SOURCE DATA Start Marker

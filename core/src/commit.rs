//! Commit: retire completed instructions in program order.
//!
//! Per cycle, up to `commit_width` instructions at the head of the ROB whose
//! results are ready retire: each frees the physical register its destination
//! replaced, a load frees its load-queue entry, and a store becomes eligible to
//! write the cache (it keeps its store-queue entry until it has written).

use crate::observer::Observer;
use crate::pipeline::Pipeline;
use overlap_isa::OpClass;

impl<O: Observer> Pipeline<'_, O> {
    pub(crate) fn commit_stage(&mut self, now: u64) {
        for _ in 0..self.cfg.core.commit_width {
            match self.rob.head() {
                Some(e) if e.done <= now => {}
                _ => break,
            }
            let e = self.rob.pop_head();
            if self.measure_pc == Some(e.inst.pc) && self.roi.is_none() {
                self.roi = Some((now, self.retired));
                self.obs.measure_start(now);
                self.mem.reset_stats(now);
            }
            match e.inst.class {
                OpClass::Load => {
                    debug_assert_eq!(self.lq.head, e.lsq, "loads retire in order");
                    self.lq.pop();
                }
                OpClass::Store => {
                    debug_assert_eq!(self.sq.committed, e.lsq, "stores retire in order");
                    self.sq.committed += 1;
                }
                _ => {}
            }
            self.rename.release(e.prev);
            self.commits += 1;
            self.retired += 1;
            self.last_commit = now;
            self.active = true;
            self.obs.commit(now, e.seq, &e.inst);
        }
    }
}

SOURCE DATA End Marker

Retype the data in full, precisely as given.

filename core/src/commit.rs
//! Commit: retire completed instructions in program order.
//!
//! Per cycle, up to `commit_width` instructions at the head of the ROB whose
//! results are ready retire: each frees the physical register its destination
//! replaced, a load frees its load-queue entry, and a store becomes eligible to
//! write the cache (it keeps its store-queue entry until it has written).

use crate::observer::Observer;
use crate::pipeline::Pipeline;
use overlap_isa::OpClass;

impl<O: Observer> Pipeline<'_, O> {
    pub(crate) fn commit_stage(&mut self, now: u64) {
        for _ in 0..self.cfg.core.commit_width {
            match self.rob.head() {
                Some(e) if e.done <= now => {}
                _ => break,
            }
            let e = self.rob.pop_head();
            if self.measure_pc == Some(e.inst.pc) && self.roi.is_none() {
                self.roi = Some((now, self.retired));
                self.obs.measure_start(now);
                self.mem.reset_stats(now);
            }
            match e.inst.class {
                OpClass::Load => {
                    debug_assert_eq!(self.lq.head, e.lsq, "loads retire in order");
                    self.lq.pop();
                }
                OpClass::Store => {
                    debug_assert_eq!(self.sq.committed, e.lsq, "stores retire in order");
                    self.sq.committed += 1;
                }
                _ => {}
            }
            self.rename.release(e.prev);
            self.commits += 1;
            self.retired += 1;
            self.last_commit = now;
            self.active = true;
            self.obs.commit(now, e.seq, &e.inst);
        }
    }
}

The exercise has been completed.